Unlike regular dictionaries, fsmdicts are bidirectional. The inverse of an fsmdict can be accessed using
the `.inv` property or the `~` operator (the same conventions used in
[bidict](https://bidict.readthedocs.io/en/latest/basic-usage.html)).

```python
>>> m.inv["b"]
"a"
>>> (~m)["b"]
"a"
>>> (~m)["a"]
KeyError
>>> ~~m == m
True
```

Other common FST operators are supported as well: `*` for composition, `+` for concatenation, and `|` for union.

```python
>>> n = FstMapping({"b": "c"})
>>> (m * n)["a"]
"c"
>>> (m + n)["ab"]
"bc"
>>> (m | n)["a"]
"b"
>>> (m | n)["b"]
"c"
```

Note that composition follows the convention that `(m * n)[k] == n[m[k]]` --- the *first* fsmdict given is the *innermost*.
This convention is used in other FST libraries (e.g. Pynini, XFST, foma), and makes sense if `m` and `n` are thought of as sound
changes, rewrite rules, or other transformations: `m*n` can be read in chronological order as "first apply `m`, then apply `n`."
But it differs from the math convention where `f ∘ g(x) == f(g(x))`, or the Haskell convention where `(f . g) x == f (g x)`,
both readable as "first apply `g`, then apply `f`."

## One-to-many

Unlike regular dictionaries, fsmdicts can be one-to-many. When a key is mapped to many values, the values are returned as an
fsmset, which offers the same interface as an ordinary set and can be compared with ordinary sets for equality.

```python
>>> m3 = FstMapping({"a": "c", "b": "c"})
>>> (~m3)["c"] == {"a", "b"}
True
```

fsmsets or ordinary sets can also be used as keys. `m[{a,b, ... ,z}]` is syntactic sugar for
`fsmset(m[a]) + fsmset(m[b]) + ... + fsmset(m[z])`.
This gives the convenient properties that any value in `m` can serve as a key for `~m` and that `~m * m` maps every value
in `m.values()` to itself. It also preserves the identity `(m * n)[a] == n[m[a]]`.

```python
>>> m3[{"a", "b"}]
"c"
>>> (~m3 * m3)["c"]
"c"
```

`len(m)` returns the number of individual (non-set) keys in `m`, and `m.keys()` returns an iterator over the individual
(non-set) keys. This means that `len(m)` is equal to `len(m.keys())` but may not
be equal to `len(m.values())`, that `len(m)` and `len(~m)` may not be equal, and that if `s` is a set then
`m[s]` is well-defined even though `s not in m.keys()`.

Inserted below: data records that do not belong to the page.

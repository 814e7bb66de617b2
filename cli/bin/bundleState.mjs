// Whether cli/dist (built by build.mjs) is current: every source listed in its manifest still has the size
// and mtime it had when bundled. Shared by tidemark.js and the benchmark.
import { readFileSync, statSync } from "node:fs";
import path from "node:path";
import { fileURLToPath } from "node:url";

// Paths joined as strings: a URL built and converted back for each of ≈ 200 sources cost ≈ 2 ms a start.
const root = path.resolve(path.dirname(fileURLToPath(import.meta.url)), "..", "..");

/** Sources that changed since the build (empty when current); null when there is no usable bundle. */
export function staleBundleSources() {
  let manifest;
  try {
    manifest = JSON.parse(readFileSync(path.join(root, "cli", "dist", "manifest.json"), "utf8"));
  } catch {
    return null;
  }
  const inputs = Object.entries(manifest.inputs ?? {});
  if (inputs.length === 0) return null;
  return inputs
    .filter(([file, built]) => {
      const now = statSync(path.join(root, file), { throwIfNoEntry: false });
      return !now || now.size !== built.size || now.mtimeMs !== built.mtimeMs;
    })
    .map(([file]) => file);
}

(There is some Pythonic precedent for the last behavior
in slice objects: if `l` is an ordinary Python list and `s` is a slice, then `l[s]` is well-defined even though
`s not in range(len(l))`).

## Potentially infinite

fsmdicts can be based on cyclic FSTs. This means that, unlike dictionaries, they can support mappings that take
a (theoretically) infinite number of keys, or return a (theoretically) infinite number of different values, or both.
For instance, this transducer maps a string of `a`s of any length to a string of `b`s of equal length.

```python
>>> m2 = fsmdict(pynini.transducer("a", "b").closure())
>>> m2["aaaaa"]
"bbbbb"
>>> m2["a" * 100000]
"bbb ... b"
```

If `m` is cyclic on its key side, `len(m)`, `m.keys()`, `m.values()`, `m.items()`, and `for k in m` raise errors. If `m` is cyclic on its value
side and maps `k` to an infinite number of values, then `m[k]` and `m.get(k)` also raise errors.

A fsmdict created using the `limit()` method shows a different behavior. If `m = FstMapping( ... ).limit(n)` then
`len(m)` is `n`; `len(m[k])` is at most `n` for any `k`; and `m.keys()`, `m.values()`, and `m.items()` yield at most `n` items
before stopping. There is no guarantee that `m.keys()`, `m.values()`, and `m.items()` on a limited FstMapping will yield
*corresponding* keys and values: there may be some `k` in `m.keys()` such that `m[k]` is *not* in `m.values()`.

## Goals

* Python 2/3 support
* FstSet class for infinite set support, so that `m[k]` can be well-defined even if `k*m` is cyclic on the output side
* Priority union and priority composition operators (`/` and `%`?) for rule-based linguistic applications
* Methods for taking closure etc without calling on Pynini functions
* Automagic handling of sigmas in rewrite rules
* Mutability?
* Support for more FST libraries?
* Conversion between FstSets and re2 regexes?